To do:
After locating the line that contains "let formula = if solved.other.is_some()" in the data below, set down exactly that line and each one after it through the line that contains "(Mode::Taut, Some(Mode::Deploying)) =>", and nothing more.

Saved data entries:

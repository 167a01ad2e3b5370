//! The arrest mode by mode: constants of the motion, where it turns, how it ends.
use super::path::total;
use super::steps::Steps;
use super::value::{Block, Cell, Column, Kind, Row, Table, column, digits, exact};
use crate::estimate::{Form, Mode, ModeView, Sample, Solved};
use crate::sheet::Report;

/// Most modes that are worked; what comes after them stands in the list of events.
const MOST: usize = 8;

/// Most modes that are listed.
const LISTED: usize = 60;

const LIST: &[Column] = &[
    column("number", "mode", Kind::Number),
    column("word", "the line is", Kind::Name),
    column("time", "from", Kind::Number),
    column("travel", "travel past taut", Kind::Number),
    column("speed", "speed", Kind::Number),
    column("force", "line force", Kind::Number),
    column("deployed", "deployed", Kind::Number),
    column("until", "until", Kind::Words),
];

/// A list of the modes up to the one that holds the lowest point and the one after it, and the working of each; of a law
/// in many pieces only of the first piece of each.
pub fn modes(report: &Report) -> Vec<Block> {
    let all = &report.estimate.solved.modes;
    let lowest = report.estimate.numbers.get("time_lowest").unwrap_or(f64::INFINITY);
    let wanted = all.iter().take_while(|mode| mode.start.time_s <= lowest).count() + 1;
    let count = wanted.min(LISTED).min(all.len());
    let mut blocks = vec![list(&all[..count], all)];
    let begins = |index: usize| index == 0 || all[index - 1].mode != all[index].mode;
    let worked = (0..count).filter(|&index| count <= MOST || begins(index)).take(MOST);
    for index in worked {
        blocks.push(one(&report.estimate.solved, index + 1, &all[index], all.get(index + 1), lowest));
    }
    let left = all.len() - count;
    if left > 0 {
        blocks.push(Block::words(&format!(
            "{left} more mode{} of the same forms until the end of the run: see the events.",
            if left == 1 { " follows" } else { "s follow" }
        )));
    }
    blocks
}

fn list(shown: &[ModeView], all: &[ModeView]) -> Block {
    let row = |(index, mode): (usize, &ModeView)| {
        let Sample { time_s, travel_m, speed_m_per_s, force_n, deployed_m, .. } = mode.start;
        Row::new(vec![
            Cell::words(&(index + 1).to_string()),
            Cell::words(mode.mode.word()),
            Cell::si(time_s, "s"),
            Cell::si(travel_m, "m"),
            Cell::si(speed_m_per_s, "m/s"),
            Cell::si(force_n, "N"),
            Cell::si(deployed_m, "m"),
            Cell::words(why(mode, all.get(index + 1))),
        ])
    };
    Block::Table(Table {
        id: "modes".to_owned(),
        caption: "modes in order of time, each with the state at its start".to_owned(),
        columns: LIST,
        rows: shown.iter().enumerate().map(row).collect(),
    })
}

fn one(solved: &Solved, number: usize, mode: &ModeView, next: Option<&ModeView>, lowest_s: f64) -> Block {
    let mut steps = Steps::default();
    steps.given("t_a", "start of this mode", mode.start.time_s, "s");
    steps.given("x_a", "travel past taut at its start", mode.start.travel_m, "m");
    steps.given("v_a", "downward speed at its start", mode.start.speed_m_per_s, "m/s");
    if solved.absorber.is_some() {
        steps.given("s_a", "deployed length at its start", mode.start.deployed_m, "m");
    }
    steps.given("T_a", "line force just after its start", mode.start.force_n, "N");
    match mode.form {
        Form::Oscillation { .. } => oscillation(&mut steps, solved, mode),
        Form::Constant { acceleration_m_per_s2: a } => constant(&mut steps, solved, mode, a),
        Form::Fourth => {
            let form = ["a power series in τ of the fourth-order motion, one step of it", ""];
            steps.word("x(τ)", "travel, τ = t − t_a", form, "");
        }
        Form::Third { .. } => third(&mut steps, mode),
    }
    let inside = lowest_s >= mode.start.time_s && lowest_s < mode.end.time_s;
    if inside {
        lowest(&mut steps, mode, lowest_s);
    }
    steps.step(
        "τ_b",
        &format!("ends when {}", why(mode, next)),
        ["t_b − t_a", &format!("{} − {}", digits(mode.end.time_s), digits(mode.start.time_s))],
        mode.end.time_s - mode.start.time_s,
        "s",
    );
    steps.given("x_b", "travel past taut at its end", mode.end.travel_m, "m");
    steps.given("v_b", "downward speed at its end", mode.end.speed_m_per_s, "m/s");
    if solved.absorber.is_some() {
        steps.given("s_b", "deployed length at its end", mode.end.deployed_m, "m");
    }
    steps.given("T_b", "line force just before its end", mode.end.force_n, "N");
    let caption = format!("mode {number}: {}", mode.mode.word());
    steps.table(&format!("mode_{number}"), &caption)
}

fn oscillation(steps: &mut Steps, solved: &Solved, mode: &ModeView) {
    let Form::Oscillation { rest_m, decay_per_s: alpha, square_per_s2: square, from_rest_m: a } = mode.form else {
        return;
    };
    let (start, spread) = (&mode.start, square.abs().sqrt());
    let k = total(solved);
    let linear = solved.line.pieces == 1 && solved.other.is_none_or(|o| o.pieces == 1) && mode.mode == Mode::Taut;
    if linear {
        let weight = solved.mass_kg * solved.gravity_m_per_s2;
        let numbers = format!("{} + {} / {}", digits(start.deployed_m), digits(weight), digits(k));
        steps.step("x_r", "travel at rest with this deployed length", ["s_a + W / k", &numbers], rest_m, "m");
    } else {
        steps.given("x_r", "travel at rest on this piece of the law, continued", rest_m, "m");
        steps.given("α", "decay on this piece", alpha, "1/s");
        let what = if square >= 0.0 { "frequency on this piece" } else { "half the distance of its real roots" };
        steps.given(if square >= 0.0 { "ω" } else { "δ" }, what, spread, "1/s");
    }
    let numbers = format!("{} − {}", digits(start.travel_m), digits(rest_m));
    steps.step("A", "first constant: distance from rest", ["x_a − x_r", &numbers], a, "m");
    let slope = start.speed_m_per_s + alpha * a;
    let top = format!("{} + {} × {}", digits(start.speed_m_per_s), digits(alpha), signed(a));
    if spread == 0.0 {
        steps.step("B", "second constant", ["v_a + α A", &top], slope, "m/s");
        let form = format!("{} + e^(−{} τ) ({} + {} τ)", digits(rest_m), digits(alpha), digits(a), digits(slope));
        return steps.word("x(τ)", "travel, τ = t − t_a", ["x_r + e^(−α τ) (A + B τ)", &form], "");
    }
    let b = slope / spread;
    let (w, cos, sin) = if square > 0.0 { ("ω", "cos", "sin") } else { ("δ", "cosh", "sinh") };
    steps.step(
        "B",
        "second constant",
        [&format!("(v_a + α A) / {w}"), &format!("({top}) / {}", digits(spread))],
        b,
        "m",
    );
    let formula = format!("x_r + e^(−α τ) (A {cos} {w}τ + B {sin} {w}τ)");
    let numbers = format!(
        "{0} + e^(−{1} τ) ({2} {cos} {3} τ + {4} {sin} {3} τ)",
        digits(rest_m),
        digits(alpha),
        digits(a),
        digits(spread),
        signed(b)
    );
    steps.word("x(τ)", "travel, τ = t − t_a", [&formula, &numbers], "");
    if square > 0.0 {
        let amplitude = a.hypot(b);
        let numbers = format!("√({}² + {}²)", signed(a), signed(b));
        steps.step("C", "amplitude of the envelope x_r ± C e^(−α τ)", ["√(A² + B²)", &numbers], amplitude, "m");
        let numbers = format!("atan2({}, {})", digits(b), digits(a));
        steps.step("γ", "phase, x = x_r + C e^(−α τ) cos(ωτ − γ)", ["atan2(B, A)", &numbers], b.atan2(a), "rad");
    }
}

/// Third order: its roots, and the travel with its constants where the roots are apart.
fn third(steps: &mut Steps, mode: &ModeView) {
    let Form::Third { rest_m, real_per_s, decay_per_s, square_per_s2, coefficients } = mode.form else { return };
    let spread = square_per_s2.abs().sqrt();
    let waves = square_per_s2 > 0.0;
    let (w, cos, sin) = if waves { ("ω", "cos", "sin") } else { ("δ", "cosh", "sinh") };
    steps.given("x_r", "travel that it tends to", rest_m, "m");
    steps.given("r_1", "real root on this piece", real_per_s, "1/s");
    steps.given("α", "decay of the other roots", decay_per_s, "1/s");
    let what = if waves { "frequency of the other roots" } else { "half the distance of the other roots" };
    steps.given(w, what, spread, "1/s");
    let Some([p, q, r]) = coefficients.filter(|_| spread > 0.0) else {
        let words = "three roots so near to each other that the form with one term each says nothing";
        return steps.word("x(τ)", words, ["", ""], "");
    };
    let b = q / spread;
    let formula = format!("x_r + e^(−α τ) (A {cos} {w}τ + B {sin} {w}τ) + R e^(r_1 τ)");
    let numbers = format!(
        "{0} + e^(−{1} τ) ({2} {cos} {3} τ + {4} {sin} {3} τ) + {5} e^({6} τ)",
        digits(rest_m),
        digits(decay_per_s),
        digits(p),
        digits(spread),
        signed(b),
        signed(r),
        digits(real_per_s)
    );
    steps.word("x(τ)", "travel, τ = t − t_a; A, B, R from x, x′, x″ at its start", [&formula, &numbers], "");
}

/// In brackets where it is negative.
fn signed(value: f64) -> String {
    if value < 0.0 { format!("({})", digits(value)) } else { digits(value) }
}

fn constant(steps: &mut Steps, solved: &Solved, mode: &ModeView, a: f64) {
    let (start, g, m) = (&mode.start, solved.gravity_m_per_s2, solved.mass_kg);
    let (k, c) = (solved.line.stiffness_n_per_m, solved.line.damping_n_s_per_m);
    let slack = mode.mode == Mode::Slack;
    if slack {
        steps.step("a", "acceleration, downward: the line carries nothing", ["g", ""], a, "m/s2");
    } else {
        let force = m * (g - a);
        let numbers = format!("{} − {} / {}", exact(g), digits(force), exact(m));
        steps.step("a", "acceleration, downward, under the deployment force", ["g − F / m", &numbers], a, "m/s2");
    }
    let numbers = format!("{} + {} τ + {} τ² / 2", digits(start.travel_m), signed(start.speed_m_per_s), signed(a));
    steps.word("x(τ)", "travel, τ = t − t_a", ["x_a + v_a τ + a τ² / 2", &numbers], "");
    if c > 0.0 && solved.line.pieces == 1 {
        let target = if slack { 0.0 } else { m * (g - a) / k };
        steps.given("e_a", "stretch of the line at the start", start.line_elongation_m, "m");
        let formula = if slack { "e_a e^(−k_1 τ / c_1)" } else { "F/k_1 + (e_a − F/k_1) e^(−k_1 τ / c_1)" };
        let away = start.line_elongation_m - target;
        let numbers = if slack {
            format!("{} e^(−{} τ)", digits(away), digits(k / c))
        } else {
            format!("{} + {} e^(−{} τ)", digits(target), signed(away), digits(k / c))
        };
        steps.word("e(τ)", "stretch of the line, which relaxes", [formula, &numbers], "");
    }
    if !slack {
        let formula = if solved.other.is_some() { "x − e_1 − e_2" } else { "x − e" };
        steps.word("s(τ)", "deployed length", [formula, ""], "");
    }
}

fn lowest(steps: &mut Steps, mode: &ModeView, lowest_s: f64) {
    let tau = lowest_s - mode.start.time_s;
    let v = mode.start.speed_m_per_s;
    match mode.form {
        Form::Oscillation { decay_per_s: alpha, square_per_s2: square, from_rest_m: a, .. } if square > 0.0 => {
            let w = square.sqrt();
            let b = (v + alpha * a) / w;
            let numbers = format!(
                "atan2({}, {} × {} + {} × {}) / {}",
                digits(v),
                digits(alpha),
                signed(b),
                digits(w),
                signed(a),
                digits(w)
            );
            steps.step("τ_low", "lowest point: x′ = 0", ["atan2(v_a, α B + ω A) / ω", &numbers], tau, "s");
        }
        Form::Constant { acceleration_m_per_s2: a } => {
            let numbers = format!("−{} / {}", digits(v), signed(a));
            steps.step("τ_low", "lowest point: x′ = 0", ["−v_a / a", &numbers], tau, "s");
        }
        _ => steps.given("τ_low", "lowest point: x′ = 0", tau, "s"),
    }
}

fn why(mode: &ModeView, next: Option<&ModeView>) -> &'static str {
    match (mode.mode, next.map(|n| n.mode)) {
        (_, None) => "the run ends",
        (Mode::Taut, Some(Mode::Deploying)) => "the line force reaches the force at which the absorber moves",
        (_, Some(Mode::Slack)) => "the line force comes down to zero",
        (Mode::Slack, Some(_)) => "travel equals stretch and deployed length again",
        (Mode::Deploying, Some(Mode::Taut)) => "the absorber stops: s′ = 0 or its stroke is used up",
        _ => "a piece of the force law ends",
    }
}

Solution:
        let formula = if solved.other.is_some() { "x − e_1 − e_2" } else { "x − e" };
        steps.word("s(τ)", "deployed length", [formula, ""], "");
    }
}

fn lowest(steps: &mut Steps, mode: &ModeView, lowest_s: f64) {
    let tau = lowest_s - mode.start.time_s;
    let v = mode.start.speed_m_per_s;
    match mode.form {
        Form::Oscillation { decay_per_s: alpha, square_per_s2: square, from_rest_m: a, .. } if square > 0.0 => {
            let w = square.sqrt();
            let b = (v + alpha * a) / w;
            let numbers = format!(
                "atan2({}, {} × {} + {} × {}) / {}",
                digits(v),
                digits(alpha),
                signed(b),
                digits(w),
                signed(a),
                digits(w)
            );
            steps.step("τ_low", "lowest point: x′ = 0", ["atan2(v_a, α B + ω A) / ω", &numbers], tau, "s");
        }
        Form::Constant { acceleration_m_per_s2: a } => {
            let numbers = format!("−{} / {}", digits(v), signed(a));
            steps.step("τ_low", "lowest point: x′ = 0", ["−v_a / a", &numbers], tau, "s");
        }
        _ => steps.given("τ_low", "lowest point: x′ = 0", tau, "s"),
    }
}

fn why(mode: &ModeView, next: Option<&ModeView>) -> &'static str {
    match (mode.mode, next.map(|n| n.mode)) {
        (_, None) => "the run ends",
        (Mode::Taut, Some(Mode::Deploying)) => "the line force reaches the force at which the absorber moves",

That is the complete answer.